Tonight as I climbed up the ladder to my loft in nearly total darkness I thought of how many times I had climbed up there to sleep.  I thought of the stairway, really more like a ladder, illuminated by the Full Moon, dark in an overcast sky, polished and light in color when new in 1978, company sometimes, many climbs up to the loft in solitude, baptism of cold in winter and all the times I have managed to get a piece of furniture up there, or down from there, that didn't seem as though it would fit.
The images of my years in this house, in this life flickering like film clips gone before I really saw them.
It certainly isn't an original idea that when you are 3 years old, a year is one third of your entire life.
A short time is an entirely different construct than it is as one moves along.  It doesn't hold, though that at 40, a year is 1/40th of your life, or at 60, 1/60th;  moving along the continuum reveals it to not have been a continuum at all, or even a spiral.  It is all happening now.  I'm still that young hopeful girl who insisted it was possible to live here, until eventually it was.  I suspect somewhere in here there is, a lifeless body on the floor, waiting to be found by the smell, betrayed by the uncollected mail, unpaid bills.
In Greek Mythology, Khaos was the great grandmother of time, The goddess of the great darkness from which emerged all created phenomena,  resolving into harmonious order.  She was the original source of all manifestation, a spouseless goddess, the abyss, the gap, and for a moment, the tiniest of temporal slices, I had the curtain of the illusion of separateness, the dance of dualities pulled back, and the experience of the mysterious presented to me.

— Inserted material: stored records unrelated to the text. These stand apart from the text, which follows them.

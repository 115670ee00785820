//! Keys as the key map knows them: crossterm events folded to presses of one key, with
//! the names the footer and the help show.

use ratatui::crossterm::event::{KeyCode, KeyEvent, KeyEventKind, KeyModifiers};

/// A key as the map knows it (modifiers folded in; Alt combinations are not used).
#[derive(Debug, Clone, Copy, PartialEq, Eq)]
pub enum Key {
    Char(char),
    Ctrl(char),
    /// Any of 0–9 (starts typing a value into the selected field).
    Digit,
    Enter,
    Esc,
    Tab,
    BackTab,
    Up,
    Down,
    Left,
    Right,
    /// Ctrl with the left or right arrow.
    CtrlLeft,
    CtrlRight,
    PageUp,
    PageDown,
    Home,
    End,
    Backspace,
    Delete,
}

impl Key {
    /// Only presses count: release and repeat events (kitty protocol, Windows) are dropped.
    pub fn from_event(ev: &KeyEvent) -> Option<Key> {
        if ev.kind != KeyEventKind::Press {
            return None;
        }
        let ctrl = ev.modifiers.contains(KeyModifiers::CONTROL);
        if ev.modifiers.contains(KeyModifiers::ALT) {
            return None;
        }
        Some(match ev.code {
            KeyCode::Char(c) if ctrl => Key::Ctrl(c.to_ascii_lowercase()),
            KeyCode::Char(c) => Key::Char(c),
            KeyCode::Enter => Key::Enter,
            KeyCode::Esc => Key::Esc,
            KeyCode::Tab if ev.modifiers.contains(KeyModifiers::SHIFT) => Key::BackTab,
            KeyCode::Tab => Key::Tab,
            KeyCode::BackTab => Key::BackTab,
            KeyCode::Up => Key::Up,
            KeyCode::Down => Key::Down,
            KeyCode::Left if ctrl => Key::CtrlLeft,
            KeyCode::Right if ctrl => Key::CtrlRight,
            KeyCode::Left => Key::Left,
            KeyCode::Right => Key::Right,
            KeyCode::PageUp => Key::PageUp,
            KeyCode::PageDown => Key::PageDown,
            KeyCode::Home => Key::Home,
            KeyCode::End => Key::End,
            KeyCode::Backspace => Key::Backspace,
            KeyCode::Delete => Key::Delete,
            _ => return None,
        })
    }

    /// Whether this map entry matches a pressed key.
    pub(super) fn matches(self, pressed: Key) -> bool {
        match (self, pressed) {
            (Key::Digit, Key::Char(c)) => c.is_ascii_digit(),
            (a, b) => a == b,
        }
    }

    /// The name shown in the footer and the help.
    pub fn name(self) -> String {
        match self {
            Key::Char(' ') => "Space".to_string(),
            Key::Char(c) => c.to_string(),
            Key::Ctrl(c) => format!("Ctrl-{}", c.to_ascii_uppercase()),
            Key::Digit => "0-9".to_string(),
            Key::Enter => "Enter".to_string(),
            Key::Esc => "Esc".to_string(),
            Key::Tab => "Tab".to_string(),
            Key::BackTab => "Shift-Tab".to_string(),
            Key::Up => "Up".to_string(),
            Key::Down => "Down".to_string(),
            Key::Left => "Left".to_string(),
            Key::Right => "Right".to_string(),
            Key::CtrlLeft => "Ctrl-Left".to_string(),
            Key::CtrlRight => "Ctrl-Right".to_string(),
            Key::PageUp => "PgUp".to_string(),
            Key::PageDown => "PgDn".to_string(),
            Key::Home => "Home".to_string(),
            Key::End => "End".to_string(),
            Key::Backspace => "Backspace".to_string(),
            Key::Delete => "Del".to_string(),
        }
    }
}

Eternity, timelessness, no ground, no reference point no picture to hang on to.  In the gap of the great source of all possibility there is an invitation.  No fear.  No thing.  Something I can't know from here but that dances through the fabric of the universe we are designed to be in as long as we have a nervous system.
 I have had a thread laid in my hand that I know will lead me home.  I am a visitor in this life, a traveler and am intimately connected to everything I am, everything I am not and have a simple [but given my habits, perhaps not easy] task of choosing peace over conflict, love over indifference, generosity over aggression, forgiveness over ego.  Today I am sure that this is the only way the world may heal.